一向淡定的汤老终于是不淡定了,主动也站出来讲话,示意他不追究了,这件事到此为止。
他想解决,可有人不想解决。
“汤老,这事不能就这么算了,恶意攻击,造谣和诽谤,必须要好好的整治,不能助长这股歪风邪气……”
“老汤,你把心放在肚子里,后面的事情,绝对给你一个交代。”
“必须拿出来一个让大家都满意的结果。”
“您安心看着,不让您费心。”
说的是句句都是为你好,句句都是为你考虑,可压根没有考虑你的意见。
也没有把你的话听到心里。
汤老想要反驳,都不知道该怎么说。
要是发展到辩论甚至争论,那就不体面了。
都是领导了,体面很重要。
当事人都无力阻止,可想而知汤老的心情有多烦躁。
因他而起,出了这样一场风波。
只能看着风波越来越大。
汤老都能成为被利用的工具。
但这也是给汤老敲响了警钟。
这种过度执行的问题,已经很严重了。
这就是萌芽。
根据这件事,汤老推了一次舞会,亲自写了一份材料交了上去。
然后这场后续变成闹剧的行为瞬间就戛然而止的结束了。
大风大浪没有了,就剩下一些小余波。
许大茂久违的接到了陶领导的电话,现在不用再称呼陶领导了,以前是秘书处主任,只是许大茂称呼习惯了而已。
陶篆。
李组长的心腹第一人。
就是来给许大茂传递个消息,就是李组长明天就要搬回家了。
新型牧场的游玩休息区,各方面的条件和设施都是顶尖,就是住的时间长了,也会腻。
李组长要回到四九城城里。
之前许大茂是一点消息都没有听到。
非常的突然。
于是许大茂先加了一个班,处理了一些工作,又请了一天假。
去帮助李组长搬家。
说是去搬家,其实就是过去转一圈,看一看,动手搬家的自然是另有其人。
许大茂过去的时候,陶先进已经提前到了。
搬家,乔迁,这是大事。
只是随着越来越多的人习惯性的居无定所,四海为家,这个传统观念也会逐渐的消亡。
至少目前为止,还是大事。
闲聊了两句,许大茂就问到了正题上:“李组长,您这次出山是回去继续主持财经工作?”
问的很含蓄。
因为……是吧,之前都拉拢过李组长,还送过戏班子听戏。
这去哪里工作就很值得说道了。
之前李组长的态度可是‘坐山观虎斗’,只要不参与,那就相当于是帮助了最后的胜利者,也会论功行赏。
许大茂也是非常的认可。
那现在是怎么回事?
李组长看了许大茂一眼。
“想问什么就问,拐弯抹角的有什么意思,你是想问我怎么突然改变了主意是吗?”
站在另一边的陶先进:???
这俩人在说什么?他怎么一点都听不懂。
许大茂有些尴尬的点点头。
“因为时势不同,自然会有不同的选择,而我改变主意,则是因为大领导给我下达任务了,自然要去执行,还是无条件执行。
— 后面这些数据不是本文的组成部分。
// Found by the design_text fuzz target: a description saved in Latin-1, or written with an octal
// escape, was accepted here and then refused by the server's gRPC layer with no hint of where.
TEST(DesignFileTest, RefusesStringsThatAreNotUtf8) {
  absl::StatusOr<v1::CampaignDesign> d =
      ParseDesign("d.txtpb", "name: \"x\"\nparameters { name: \"t\" unit: \"\xb0" "C\" }\n");
  ASSERT_FALSE(d.ok());
  EXPECT_EQ(d.status().code(), absl::StatusCode::kInvalidArgument);
  EXPECT_THAT(std::string(d.status().message()), HasSubstr("d.txtpb:2:31: byte 0xb0 is not UTF-8"));
  d = ParseDesign("d.json", "{\"name\": \"caf\xe9\"}");
  ASSERT_FALSE(d.ok());
  EXPECT_THAT(std::string(d.status().message()), HasSubstr("d.json:1:14: byte 0xe9"));

  d = ParseDesign("d.txtpb", "name: \"x\"\nparameters { name: \"t\" description: \"\\260C\" flag {} }\n");
  ASSERT_FALSE(d.ok());
  EXPECT_THAT(std::string(d.status().message()), HasSubstr("d.txtpb: parameters[0].description: "));
  d = ParseDesign("d.txtpb", "name: \"x\" start { values { key: \"k\" value { categorical: \"\\xed\\xa0\\x80\" } } }");
  ASSERT_FALSE(d.ok());
  EXPECT_THAT(std::string(d.status().message()), HasSubstr("start.values[0].value.categorical"));

  // Well-formed multi-byte text is fine, in the file and from escapes.
  d = ParseDesign("d.txtpb", "name: \"x\"\nparameters { name: \"t\" unit: \"\xc2\xb0" "C\" description: \"\\342\\202\\254\" }\n");
  ASSERT_TRUE(d.ok()) << d.status();
  EXPECT_EQ(d->parameters(0).unit(), "\xc2\xb0" "C");
  EXPECT_EQ(d->parameters(0).description(), "\xe2\x82\xac");
}

TEST(DesignFileTest, ReadsJson) {
  absl::StatusOr<v1::CampaignDesign> d = ParseDesign("d.json", R"({
    "name": "anneal",
    "parameters": [
      {"name": "t", "unit": "degC", "real": {"low": 700, "high": 900, "log": false}},
      {"name": "n", "integer": {"low": "1", "high": 6}},
      {"name": "v", "flag": {}}
    ],
    "objective": {"gradeScale": {"labels": ["bad", "good"]}},
    "population_size": 8,
    "start": {"values": {"t": {"real": 800}}}
  })");
  ASSERT_TRUE(d.ok()) << d.status();
  EXPECT_EQ(d->parameters(1).integer().low(), 1);
  EXPECT_EQ(d->objective().grade_scale().labels(1), "good");
  EXPECT_EQ(d->population_size(), 8);
  EXPECT_EQ(d->start().values().at("t").real(), 800);
}

TEST(DesignFileTest, JsonSyntaxErrorsNameLineAndColumn) {
  absl::StatusOr<v1::CampaignDesign> d = ParseDesign("d.json",
                                                  "{\n"
                                                  "  \"name\": \"x\",\n"
                                                  "  \"parameters\": [1, 2,, 3]\n"
                                                  "}\n");
  ASSERT_FALSE(d.ok());
  EXPECT_THAT(std::string(d.status().message()), HasSubstr("d.json:3:23: "));
  d = ParseDesign("d.json", "{\"name\": \"x\",\n \"seed\": 1\n");
  ASSERT_FALSE(d.ok());
  EXPECT_THAT(std::string(d.status().message()), HasSubstr("d.json:3:1: the file ends"));
  d = ParseDesign("d.json", "{\"name\": x}");
  ASSERT_FALSE(d.ok());
  EXPECT_THAT(std::string(d.status().message()), HasSubstr("d.json:1:10: 'x' is not a JSON value"));
}

TEST(DesignFileTest, JsonFieldErrorsPointAtTheField) {
  const std::string text =
      "{\n"
      "  \"name\": \"x\",\n"
      "  \"parameters\": [\n"
      "    {\"name\": \"a\", \"real\": {\"low\": 1, \"high\": 2}},\n"
      "    {\"name\": \"b\", \"real\": {\"lowx\": 1}}\n"
      "  ]\n"
      "}\n";
  absl::StatusOr<v1::CampaignDesign> d = ParseDesign("d.json", text);
  ASSERT_FALSE(d.ok());
  EXPECT_THAT(std::string(d.status().message()), HasSubstr("d.json:5:28: "));
  EXPECT_THAT(std::string(d.status().message()), HasSubstr("lowx"));

  d = ParseDesign("d.json", "{\"name\": \"x\",\n \"objective\": {\"direction\": \"UP\"}}");
  ASSERT_FALSE(d.ok());
  EXPECT_THAT(std::string(d.status().message()), HasSubstr("d.json:2:29: "));
  EXPECT_THAT(std::string(d.status().message()), HasSubstr("UP"));

  d = ParseDesign("d.json",
                  "{\"name\": \"x\",\n \"start\": {\"values\": {\"a\": {\"real\": \"x\"}}}}");
  ASSERT_FALSE(d.ok());
  EXPECT_THAT(std::string(d.status().message()), HasSubstr("d.json:2:37: "));
}

TEST(DesignFileTest, MissingFileIsNamed) {
  absl::StatusOr<v1::CampaignDesign> d = ReadDesignFile("/nonexistent/design.txtpb");
  ASSERT_FALSE(d.ok());
  EXPECT_THAT(std::string(d.status().message()),
              HasSubstr("cannot read design file '/nonexistent/design.txtpb': No such file"));
}

// ---- Worker helpers ----

TEST(WorkHelpersTest, DescribesHowAProgramEnded) {
  EXPECT_EQ(DescribeFailure(0), "");
  EXPECT_EQ(DescribeFailure(3 << 8), "exited with status 3");
  EXPECT_EQ(DescribeFailure(SIGKILL), "was killed by signal 9 (SIGKILL)");
}

TEST(WorkHelpersTest, FindsExecutables) {
  EXPECT_TRUE(FindExecutable("sh", "/nonexistent:/bin:/usr/bin"));
  EXPECT_TRUE(FindExecutable("/bin/sh", ""));
  EXPECT_FALSE(FindExecutable("no-such-program-here", "/bin:/usr/bin"));
  EXPECT_FALSE(FindExecutable("/etc/passwd", ""));  // not executable
  EXPECT_FALSE(FindExecutable("/bin", ""));         // a directory
}

}  // namespace
}  // namespace ogive::cli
”
“那您要去哪里工作?”
“去负责扛烧火棍的财务统筹,兼任委员。”
“那您……”
李组长伸手示意许大茂别再往下问了,然后用手指了指上面。
放下了手就转移了话题:“这一次那边下手是真狠。”
许大茂附和了一句:“霹雳雷霆手段,趁着这个空档,现在已经从64开变成28开了。”
陶先进:???
我是谁?我在哪?到底在聊什么?为什么他明明每个字都能听懂,放在一起,怎么就听不懂了呢?
李组长微微一笑:“28开吗?你看看我即将要去上班,再想想呢?”
“已经19开了吗?”
李组长挥挥手说道:“败局已定,除非是‘万一’,万分之一的几率或许会出现奇迹。”
这胜负关系转变的是如此之快。
从意气风发到败局已定,看似那一天已经不远了。
回去的路上,陶先进还是没有忍住向许大茂问道:“你们说的是什么?什么空档?什么手段?什么机会?谁下的手?”